REQUIREMENT:
Take every line of the material and reproduce it exactly.

INPUT DATA:
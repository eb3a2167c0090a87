import { drawPicture, fitPicture } from "../press/picture";
import { rulerFigure, rulerLength, rulerUnit, soldLength } from "../press/lengths";
import { INK, ruleAcross, type SheetFlow } from "../press/sheet-frame";
import { drawLine, drawParagraph, fittingSize, paragraphHeight, type Style, type Text } from "../press/type";
import type { InstructionSheetInput, SheetFabric } from "./sheet-input";
import { drawSwatch } from "./swatch";
import { drawTestMark, TEST_MARK_HEIGHT } from "./test-mark";

const BODY: Style = { face: "text", size: 10, colour: INK };
const PICTURE_WIDTH = 250;
const PICTURE_HEIGHT = 330;

/** Name, quilt, what is in the kit, what to know before beginning, and the test mark. */
export function drawFrontPage(flow: SheetFlow, sheet: InstructionSheetInput): void {
  drawTitle(flow, sheet);
  const top = flow.y;
  const pictureFoot = drawQuilt(flow, sheet, top);
  flow.y = top;
  const turned = drawMaterials(flow, sheet, flow.left + PICTURE_WIDTH + 24, pictureFoot);
  flow.y = (turned ? flow.y : Math.max(flow.y, pictureFoot)) + 14;
  drawBeforeYouBegin(flow, sheet);
  drawMarkAtFoot(flow, sheet);
}

function drawTitle(flow: SheetFlow, sheet: InstructionSheetInput): void {
  const { press, left, width } = flow;
  const style: Style = { face: "word-strong", size: 38, colour: INK };
  const size = fittingSize(press, sheet.kitName, style, width, 2, 18);
  const foot = drawParagraph(press, sheet.kitName, { ...style, size }, left, flow.y - 4, { width, maxLines: 2, leading: 1.12 });
  const under = [sheet.colourway, sheet.shopName].filter(Boolean).join(", from ");
  drawLine(press, under, { face: "word-italic", size: 14, colour: INK }, left, foot + 15, { width });
  ruleAcross(flow, foot + 24, 2.4);
  flow.y = foot + 40;
}

function drawQuilt({ press, left }: SheetFlow, sheet: InstructionSheetInput, top: number): number {
  const box = fitPicture(sheet.quilt, { x: left, y: top, width: PICTURE_WIDTH, height: PICTURE_HEIGHT });
  const fine = sheet.quilt.polygons.length > 900;
  drawPicture(press, sheet.quilt, box, { as: "colour", lineWidth: fine ? 0.2 : 0.35, hatchStep: 3.4, hatchWidth: 0.3, frameWidth: 1.2 });
  const { finished, measure } = sheet;
  const said = `Finished size ${rulerFigure(finished.width, measure)} \u00d7 ${rulerFigure(finished.height, measure)} ${rulerUnit(measure)}`;
  drawLine(press, said, { face: "bold", size: 12, colour: INK }, left, box.y + box.height + 17, { width: PICTURE_WIDTH });
  return box.y + box.height + 22;
}

/** What the kit holds; a list too long for the column runs on over the whole width. Returns whether it turned the page. */
function drawMaterials(flow: SheetFlow, sheet: InstructionSheetInput, x: number, pictureFoot: number): boolean {
  const { press } = flow;
  const column = { x, width: flow.right - x };
  let turned = false;
  const makeRoom = (height: number) => {
    if (flow.need(height)) turned = true;
    if (turned || flow.y > pictureFoot + 10) Object.assign(column, { x: flow.left, width: flow.width });
  };
  drawLine(press, "In this kit", { face: "word-strong", size: 15, colour: INK }, column.x, flow.y + 12);
  flow.y += 20;
  for (const fabric of sheet.fabrics) {
    makeRoom(19);
    drawFabricRow(flow, fabric, sheet, column);
  }
  for (const notion of sheet.notions) {
    makeRoom(17);
    const amount = drawLine(press, notion.amount, { ...BODY, face: "strong" }, column.x + column.width, flow.y + 11, { align: "right", width: column.width * 0.4 });
    drawLine(press, notion.name, { ...BODY, face: "mid" }, column.x, flow.y + 11, { width: column.width - amount - 8 });
    flow.y += 16;
    press.doc.rect(column.x, flow.y, column.width, 0.5).fill("#999999");
  }
  if (!sheet.alsoNeeded.length) return turned;
  flow.y += 8;
  const text: Text = [{ text: "You also need ", face: "bold" }, { text: `${sheet.alsoNeeded.join("; ")}.`, face: "text" }];
  makeRoom(paragraphHeight(press, text, BODY, { width: column.width }));
  flow.y = drawParagraph(press, text, BODY, column.x, flow.y, { width: column.width });
  return turned;
}

function drawFabricRow(flow: SheetFlow, fabric: SheetFabric, sheet: InstructionSheetInput, column: { x: number; width: number }): void {
  const { press } = flow;
  drawSwatch(press, fabric, { x: column.x + 0.5, y: flow.y + 3, width: 19, height: 12 });
  const length = drawLine(press, amountWords(fabric, sheet), { face: "bold", size: 10.5, colour: INK }, column.x + column.width, flow.y + 12.5, { align: "right" });
  const room = column.width - 27 - length - 8;
  const text: Text = [{ text: fabric.name, face: "strong" }, { text: fabric.role ? `, ${fabric.role}` : "", face: "text" }];
  drawLine(press, text, { face: "strong", size: 10.5, colour: INK }, column.x + 26, flow.y + 12.5, { width: room });
  flow.y += 18.5;
  press.doc.rect(column.x, flow.y, column.width, 0.5).fill("#999999");
}

export function amountWords(fabric: SheetFabric, sheet: InstructionSheetInput): string {
  if (sheet.kind === "pre-cut") return "cut to size";
  if (fabric.fits === "fat-quarter") return "1 fat quarter";
  if (fabric.fits === "fat-eighth") return "1 fat eighth";
  return soldLength(fabric.length, sheet.measure);
}

function drawBeforeYouBegin(flow: SheetFlow, sheet: InstructionSheetInput): void {
  const { press, left, width } = flow;
  const wash = sheet.prewash ? "Wash and press the cloth before cutting; the lengths allow for shrinking." : "The lengths do not allow for washing first.";
  const kind = { lengths: "Cut everything before you sew, widest strips first.", "fat-quarters": "Cut everything before you sew, widest strips first.", "pre-cut": "The patches come cut; count them against the list first." }[sheet.kind];
  const text: Text = [
    { text: "Before you begin. ", face: "bold" },
    { text: `Seams are ${rulerLength(sheet.seamAllowance, sheet.measure)}, sewn a thread scant; the cut sizes have them in. Strips are planned on ${rulerLength(sheet.usableWidth, sheet.measure)} of usable width, selvages off. ${wash} ${kind}`, face: "text" },
  ];
  flow.need(paragraphHeight(press, text, BODY, { width, leading: 1.38 }) + 4);
  flow.y = drawParagraph(press, text, BODY, left, flow.y, { width, leading: 1.38 }) + 8;
  drawCautions(flow, sheet);
}

const CAUTIONS =
  "Retract the blade of the rotary cutter after every cut. Cut away from your body, on a self-healing mat, along a gripped ruler. Irons and steam burn. Count pins and needles before you begin and when you end. Keep all of these away from children.";

function drawCautions(flow: SheetFlow, sheet: InstructionSheetInput): void {
  const { press, left, width } = flow;
  const text: Text = [
    { text: "Take care. ", face: "bold" },
    { text: CAUTIONS, face: "text" },
    { text: sheet.smallParts ? " This kit is not a toy: it has small parts." : "", face: "strong" },
  ];
  const options = { width: width - 20, leading: 1.38 };
  const height = paragraphHeight(press, text, BODY, options) + 13;
  flow.need(height);
  press.doc.rect(left + 0.6, flow.y, width - 1.2, height).lineWidth(1.2).strokeColor(INK).stroke();
  drawParagraph(press, text, BODY, left + 10, flow.y + 6, options);
  flow.y += height + 10;
}

function drawMarkAtFoot(flow: SheetFlow, sheet: InstructionSheetInput): void {
  flow.need(TEST_MARK_HEIGHT);
  const y = flow.floor - TEST_MARK_HEIGHT;
  drawTestMark(flow.press, sheet.paper, flow.left + 0.5, y, flow.width);
  flow.y = flow.floor;
}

RESPONSE TO THE TASK:
repository eb3a2167c0090a87
import { drawPicture, fitPicture } from "../press/picture";
import { rulerFigure, rulerLength, rulerUnit, soldLength } from "../press/lengths";
import { INK, ruleAcross, type SheetFlow } from "../press/sheet-frame";
import { drawLine, drawParagraph, fittingSize, paragraphHeight, type Style, type Text } from "../press/type";
import type { InstructionSheetInput, SheetFabric } from "./sheet-input";
import { drawSwatch } from "./swatch";
import { drawTestMark, TEST_MARK_HEIGHT } from "./test-mark";

const BODY: Style = { face: "text", size: 10, colour: INK };
const PICTURE_WIDTH = 250;
const PICTURE_HEIGHT = 330;

/** Name, quilt, what is in the kit, what to know before beginning, and the test mark. */
export function drawFrontPage(flow: SheetFlow, sheet: InstructionSheetInput): void {
  drawTitle(flow, sheet);
  const top = flow.y;
  const pictureFoot = drawQuilt(flow, sheet, top);
  flow.y = top;
  const turned = drawMaterials(flow, sheet, flow.left + PICTURE_WIDTH + 24, pictureFoot);
  flow.y = (turned ? flow.y : Math.max(flow.y, pictureFoot)) + 14;
  drawBeforeYouBegin(flow, sheet);
  drawMarkAtFoot(flow, sheet);
}

function drawTitle(flow: SheetFlow, sheet: InstructionSheetInput): void {
  const { press, left, width } = flow;
  const style: Style = { face: "word-strong", size: 38, colour: INK };
  const size = fittingSize(press, sheet.kitName, style, width, 2, 18);
  const foot = drawParagraph(press, sheet.kitName, { ...style, size }, left, flow.y - 4, { width, maxLines: 2, leading: 1.12 });
  const under = [sheet.colourway, sheet.shopName].filter(Boolean).join(", from ");
  drawLine(press, under, { face: "word-italic", size: 14, colour: INK }, left, foot + 15, { width });
  ruleAcross(flow, foot + 24, 2.4);
  flow.y = foot + 40;
}

function drawQuilt({ press, left }: SheetFlow, sheet: InstructionSheetInput, top: number): number {
  const box = fitPicture(sheet.quilt, { x: left, y: top, width: PICTURE_WIDTH, height: PICTURE_HEIGHT });
  const fine = sheet.quilt.polygons.length > 900;
  drawPicture(press, sheet.quilt, box, { as: "colour", lineWidth: fine ? 0.2 : 0.35, hatchStep: 3.4, hatchWidth: 0.3, frameWidth: 1.2 });
  const { finished, measure } = sheet;
  const said = `Finished size ${rulerFigure(finished.width, measure)} \u00d7 ${rulerFigure(finished.height, measure)} ${rulerUnit(measure)}`;
  drawLine(press, said, { face: "bold", size: 12, colour: INK }, left, box.y + box.height + 17, { width: PICTURE_WIDTH });
  return box.y + box.height + 22;
}

/** What the kit holds; a list too long for the column runs on over the whole width. Returns whether it turned the page. */
function drawMaterials(flow: SheetFlow, sheet: InstructionSheetInput, x: number, pictureFoot: number): boolean {
  const { press } = flow;
  const column = { x, width: flow.right - x };
  let turned = false;
  const makeRoom = (height: number) => {
    if (flow.need(height)) turned = true;
    if (turned || flow.y > pictureFoot + 10) Object.assign(column, { x: flow.left, width: flow.width });
  };
  drawLine(press, "In this kit", { face: "word-strong", size: 15, colour: INK }, column.x, flow.y + 12);
  flow.y += 20;
  for (const fabric of sheet.fabrics) {
    makeRoom(19);
    drawFabricRow(flow, fabric, sheet, column);
  }
  for (const notion of sheet.notions) {
    makeRoom(17);
    const amount = drawLine(press, notion.amount, { ...BODY, face: "strong" }, column.x + column.width, flow.y + 11, { align: "right", width: column.width * 0.4 });
    drawLine(press, notion.name, { ...BODY, face: "mid" }, column.x, flow.y + 11, { width: column.width - amount - 8 });
    flow.y += 16;
    press.doc.rect(column.x, flow.y, column.width, 0.5).fill("#999999");
  }
  if (!sheet.alsoNeeded.length) return turned;
  flow.y += 8;
  const text: Text = [{ text: "You also need ", face: "bold" }, { text: `${sheet.alsoNeeded.join("; ")}.`, face: "text" }];
  makeRoom(paragraphHeight(press, text, BODY, { width: column.width }));
  flow.y = drawParagraph(press, text, BODY, column.x, flow.y, { width: column.width });
  return turned;
}

function drawFabricRow(flow: SheetFlow, fabric: SheetFabric, sheet: InstructionSheetInput, column: { x: number; width: number }): void {
  const { press } = flow;
  drawSwatch(press, fabric, { x: column.x + 0.5, y: flow.y + 3, width: 19, height: 12 });
  const length = drawLine(press, amountWords(fabric, sheet), { face: "bold", size: 10.5, colour: INK }, column.x + column.width, flow.y + 12.5, { align: "right" });
  const room = column.width - 27 - length - 8;
  const text: Text = [{ text: fabric.name, face: "strong" }, { text: fabric.role ? `, ${fabric.role}` : "", face: "text" }];
  drawLine(press, text, { face: "strong", size: 10.5, colour: INK }, column.x + 26, flow.y + 12.5, { width: room });
  flow.y += 18.5;
  press.doc.rect(column.x, flow.y, column.width, 0.5).fill("#999999");
}

export function amountWords(fabric: SheetFabric, sheet: InstructionSheetInput): string {
  if (sheet.kind === "pre-cut") return "cut to size";
  if (fabric.fits === "fat-quarter") return "1 fat quarter";
  if (fabric.fits === "fat-eighth") return "1 fat eighth";
  return soldLength(fabric.length, sheet.measure);
}

function drawBeforeYouBegin(flow: SheetFlow, sheet: InstructionSheetInput): void {
  const { press, left, width } = flow;
  const wash = sheet.prewash ? "Wash and press the cloth before cutting; the lengths allow for shrinking." : "The lengths do not allow for washing first.";
  const kind = { lengths: "Cut everything before you sew, widest strips first.", "fat-quarters": "Cut everything before you sew, widest strips first.", "pre-cut": "The patches come cut; count them against the list first." }[sheet.kind];
  const text: Text = [
    { text: "Before you begin. ", face: "bold" },
    { text: `Seams are ${rulerLength(sheet.seamAllowance, sheet.measure)}, sewn a thread scant; the cut sizes have them in. Strips are planned on ${rulerLength(sheet.usableWidth, sheet.measure)} of usable width, selvages off. ${wash} ${kind}`, face: "text" },
  ];
  flow.need(paragraphHeight(press, text, BODY, { width, leading: 1.38 }) + 4);
  flow.y = drawParagraph(press, text, BODY, left, flow.y, { width, leading: 1.38 }) + 8;
  drawCautions(flow, sheet);
}

const CAUTIONS =
  "Retract the blade of the rotary cutter after every cut. Cut away from your body, on a self-healing mat, along a gripped ruler. Irons and steam burn. Count pins and needles before you begin and when you end. Keep all of these away from children.";

function drawCautions(flow: SheetFlow, sheet: InstructionSheetInput): void {
  const { press, left, width } = flow;
  const text: Text = [
    { text: "Take care. ", face: "bold" },
    { text: CAUTIONS, face: "text" },
    { text: sheet.smallParts ? " This kit is not a toy: it has small parts." : "", face: "strong" },
  ];
  const options = { width: width - 20, leading: 1.38 };
  const height = paragraphHeight(press, text, BODY, options) + 13;
  flow.need(height);
  press.doc.rect(left + 0.6, flow.y, width - 1.2, height).lineWidth(1.2).strokeColor(INK).stroke();
  drawParagraph(press, text, BODY, left + 10, flow.y + 6, options);
  flow.y += height + 10;
}

function drawMarkAtFoot(flow: SheetFlow, sheet: InstructionSheetInput): void {
  flow.need(TEST_MARK_HEIGHT);
  const y = flow.floor - TEST_MARK_HEIGHT;
  drawTestMark(flow.press, sheet.paper, flow.left + 0.5, y, flow.width);
  flow.y = flow.floor;
}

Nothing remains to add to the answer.